● WHAT IS REQUIRED: Using the material below, print the line that contains "ordinate_scale: float = 1.0", the line that contains "lane: the lane", and every line in between, exactly and nothing else.
*** DATA EXTRACTS ***
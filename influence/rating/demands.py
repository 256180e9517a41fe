"""The exact effects a rating needs at every section: dead loads by name, and the governing
live load of each vehicle with the rating's dynamic allowance.

Sections are the envelope sections of the model file (supports, both sides where shear jumps,
tenth points or a step, extras; :mod:`influence.design.sections`). For each section and response
the influence line is built once; dead loads are integrated exactly on it
(:mod:`influence.design.deadload`), and the one governing search (:func:`govern_many`) places each
vehicle, in both directions, with its cases' allowances set to the rating's (see
:mod:`influence.rating.rating_vehicles`). A placement's value is then split into the vehicle's
part and the lane part (the lane and knife-edge loads exactly as placed, integrated on the same
line), so the rating equation applies IM to the vehicle alone and shows each part.

The span a section belongs to gives the LFR impact and the span rules: the span holding the
section; for moment over an interior support, the mean of the two spans it joins (AASHTO
Standard Specifications 3.8.2.2, from memory, unconfirmed); off the travel path, the shortest
span (the largest allowance; common practice).

Signs as in the README: sagging moment positive, shear positive when the resultant on the start
side of the section acts upward; values in the model's units.
"""

from __future__ import annotations

import dataclasses
from collections.abc import Sequence
from dataclasses import dataclass, field

from influence.analysis.lines import Analysis, InfluenceLine
from influence.analysis.responses import Response
from influence.design.deadload import dead_load_effects
from influence.design.envelope import section_responses
from influence.design.sections import Section, Span, envelope_sections, spans
from influence.model.basis import DesignBasis
from influence.rating.impact import span_in_feet
from influence.rating.rating_vehicles import for_span, with_allowance
from influence.rating.tables import data_file
from piecewise.tolerances import VALUE
from vehicles.loadmodel import LoadModel
from vehicles.search.concurrent import concurrent
from vehicles.search.govern import govern_many
from vehicles.search.placement import Placement

RATED_RESPONSES = ("moment", "shear", "axial")
"""Responses a capacity can be given for."""


@dataclass(frozen=True)
class RatedSection:
    """One section and response a rating looks at, with its dead-load effects.

    Attributes:
        section: where (label, chainage, span number, side).
        response: what.
        line: its exact influence line.
        member: the path member holding the section, None off the path.
        span_length: the span for the dynamic allowance and the span rules [length].
        span_basis: how that span was taken, in words.
        dead: effect of each dead load name [response unit x force], signed.
        moment_line: for a shear section, the moment line at the same place (concurrent
            moment), else None.
        dead_moment: dead-load moments by load name at the section, for shear sections.
        ordinate_scale: the size the line's ordinates reach [response unit per force]: values
            far below it times the loads are round-off and read as zero.
    """

    section: Section
    response: Response
    line: InfluenceLine = field(repr=False, compare=False)
    member: str | None
    span_length: float
    span_basis: str
    dead: tuple[tuple[str, float], ...]
    moment_line: InfluenceLine | None = field(default=None, repr=False, compare=False)
    dead_moment: tuple[tuple[str, float], ...] = ()
    ordinate_scale: float = 1.0

    @property
    def label(self) -> str:
        return self.section.label


@dataclass(frozen=True)
class LiveEffect:
    """A vehicle's governing placement at a section in one sense, split into its parts.

    Attributes:
        placement: the placement as the search gives it (axle loads with the allowance).
        vehicle: the vehicle's static effect, without allowance [response unit x force],
            signed.
        lane: the lane and knife-edge loads' effect as placed, signed (with ``lane_allowance``).
        allowance: the dynamic allowance on the vehicle [-].
        lane_allowance: the dynamic allowance on the lane load [-].
    """

    placement: Placement
    vehicle: float
    lane: float
    allowance: float
    lane_allowance: float

    @property
    def total(self) -> float:
        """The effect as placed: vehicle (1 + allowance) + lane."""
        return self.placement.value


def _span_length(section: Section, response: Response, found: list[Span]) -> tuple[float, str]:
    rules = data_file("vehicles.toml")["span"]
    by_number = {s.number: s for s in found}
    if section.span not in by_number:
        shortest = min(found, key=lambda s: s.length)
        return shortest.length, f"off the path: {rules['off_path']} ({rules['off_path_mark']})"
    own = by_number[section.span]
    if (response.kind == "moment" and section.support is not None
            and section.span - 1 in by_number and abs(own.start - (section.chainage or 0.0))
            <= 1e-9 * max(1.0, own.end)):
        before = by_number[section.span - 1]
        mean = 0.5 * (before.length + own.length)
        return mean, (f"moment over support {section.support}: {rules['support_moment']}"
                      f" ({rules['support_moment_mark']})")
    return own.length, f"span {own.number}"


def _member(analysis: Analysis, section: Section) -> str | None:
    if section.chainage is None:
        return None
    index, _ = analysis.path.locate(section.chainage, section.side)
    return analysis.path.legs[index].member


def rated_sections(analysis: Analysis, basis: DesignBasis, kinds: Sequence[str], *,
                   sections: Sequence[Section] | None = None,
                   concurrent_moment: bool = False) -> tuple[RatedSection, ...]:
    """Every envelope section for the responses ``kinds``, with lines and dead-load effects.

    Args:
        analysis: the factorised model.
        basis: dead loads and section settings of the model file.
        kinds: responses among :data:`RATED_RESPONSES`.
        sections: where (default: the envelope sections of the basis).
        concurrent_moment: also build the moment line at each shear section.
    """
    if sections is None:
        settings = basis.sections
        sections = envelope_sections(analysis.model, analysis.path, per_span=settings.per_span,
                                     step=settings.step, extra=settings.extra)
    pairs = [(s, r) for s, r in section_responses(sections, kinds, analysis.model)
             if r.kind in RATED_RESPONSES]
    lines = analysis.lines([r for _, r in pairs])
    moments: dict[str, InfluenceLine] = {}
    if concurrent_moment:
        places = list(dict.fromkeys(r.location for _, r in pairs if r.kind == "shear"))
        moments = dict(zip(places, analysis.lines([Response("moment", p) for p in places]),
                           strict=True))
    found = spans(analysis.model, analysis.path)
    rated = []
    for (section, response), line in zip(pairs, lines, strict=True):
        length, basis_text = _span_length(section, response, found)
        moment = moments.get(response.location) if response.kind == "shear" else None
        rated.append(RatedSection(
            section, response, line, _member(analysis, section), length, basis_text,
            _dead(line, basis, analysis), moment,
            () if moment is None else _dead(moment, basis, analysis),
            _ordinate_scale(response.kind, analysis)))
    return tuple(rated)


def _ordinate_scale(kind: str, analysis: Analysis) -> float:
    """The size influence ordinates of a response reach: the path length for moment [length],
    1 for forces [-] (a support's moment line is round-off alone, so its own size says
    nothing)."""
    return analysis.path.total_length if kind == "moment" else 1.0


def _rounded(value: float, scale: float) -> float:
    """A value that is round-off of a sum whose terms reach ``scale`` reads as zero (a support
    section's moment, say)."""
    return 0.0 if abs(value) <= VALUE * scale else value


def _dead(line: InfluenceLine, basis: DesignBasis, analysis: Analysis
          ) -> tuple[tuple[str, float], ...]:
    total = analysis.path.total_length
    scale = _ordinate_scale(line.response.kind, analysis) * sum(
        load.uniform * total + load.point for load in basis.loads)
    return tuple((name, _rounded(value, scale)) for name, value in
                 dead_load_effects(line, basis.loads, analysis.path).items())


def _split(placement: Placement, rated: RatedSection, allowance: float,
           lane_allowance: float) -> LiveEffect:
    """The placement's value as vehicle and lane parts: the lane and knife-edge loads alone,
    exactly as placed, on the same line."""
    lane_only = dataclasses.replace(placement, axle_positions=(), axle_loads=(),
                                    patch_segments=())
    lane = concurrent(lane_only, rated.line.function).value if (
        placement.lane_segments or placement.knife_edge_position is not None) else 0.0
    loads = (sum(placement.axle_loads) + placement.knife_edge_load
             + sum(q * (b - a) for a, b, q in placement.patch_segments)
             + sum(placement.lane_intensity * (b - a) for a, b in placement.lane_segments))
    scale = rated.ordinate_scale * loads
    vehicle = _rounded((placement.value - lane) / (1.0 + allowance), scale)
    return LiveEffect(placement, vehicle, _rounded(lane, scale), allowance, lane_allowance)


@dataclass
class LiveSearch:
    """The governing searches of a rating, each (vehicle, allowances, cases) done once.

    ``effects`` answers for any sections; a search already made for a section is not repeated
    (the design inventory and operating levels share theirs, for example).
    """

    sections: tuple[RatedSection, ...]
    units: str
    _done: dict[tuple[str, float, float, tuple[str, ...], int],
                tuple[LiveEffect | None, LiveEffect | None]] = field(default_factory=dict)

    def effects(self, model: LoadModel, indices: Sequence[int],
                allowances: Sequence[tuple[float, float]]
                ) -> list[tuple[LiveEffect | None, LiveEffect | None] | None]:
        """(largest, smallest) live effect of ``model`` at each section ``indices[k]`` with its
        (vehicle, lane) allowances ``allowances[k]``; None where no case of the model applies
        on that span (the lane-type load's span rule)."""
        keys = []
        for index, (vehicle, lane) in zip(indices, allowances, strict=True):
            feet = span_in_feet(self.sections[index].span_length, self.units)
            cases = tuple(c.name for c in for_span(model, feet).cases)
            keys.append((model.name, vehicle, lane, cases, index))
        missing: dict[tuple[str, float, float, tuple[str, ...]], list[int]] = {}
        for key in keys:
            if key not in self._done:
                missing.setdefault(key[:4], []).append(key[4])
        for (_, vehicle, lane, cases), members in missing.items():
            self._search(model, vehicle, lane, cases, members)
        return [self._done.get(key) for key in keys]

    def _search(self, model: LoadModel, vehicle: float, lane: float, cases: tuple[str, ...],
                members: list[int]) -> None:
        kept = tuple(c for c in model.cases if c.name in cases)
        if not kept:
            return
        ready = with_allowance(dataclasses.replace(model, cases=kept), vehicle, lane)
        chosen = [self.sections[i] for i in members]
        results = govern_many([s.line.function for s in chosen], ready,
                              kinds=[s.response.kind for s in chosen],
                              interiors=[s.line.scope_interior for s in chosen],
                              sections=[s.line.section_chainage for s in chosen])
        for index, rated, result in zip(members, chosen, results, strict=True):
            pair = tuple(None if p is None else _split(p, rated, vehicle, lane)
                         for p in (result.max, result.min))
            self._done[(model.name, vehicle, lane, cases, index)] = (pair[0], pair[1])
***
● TASK SOLUTION:
    ordinate_scale: float = 1.0

    @property
    def label(self) -> str:
        return self.section.label


@dataclass(frozen=True)
class LiveEffect:
    """A vehicle's governing placement at a section in one sense, split into its parts.

    Attributes:
        placement: the placement as the search gives it (axle loads with the allowance).
        vehicle: the vehicle's static effect, without allowance [response unit x force],
            signed.
        lane: the lane and knife-edge loads' effect as placed, signed (with ``lane_allowance``).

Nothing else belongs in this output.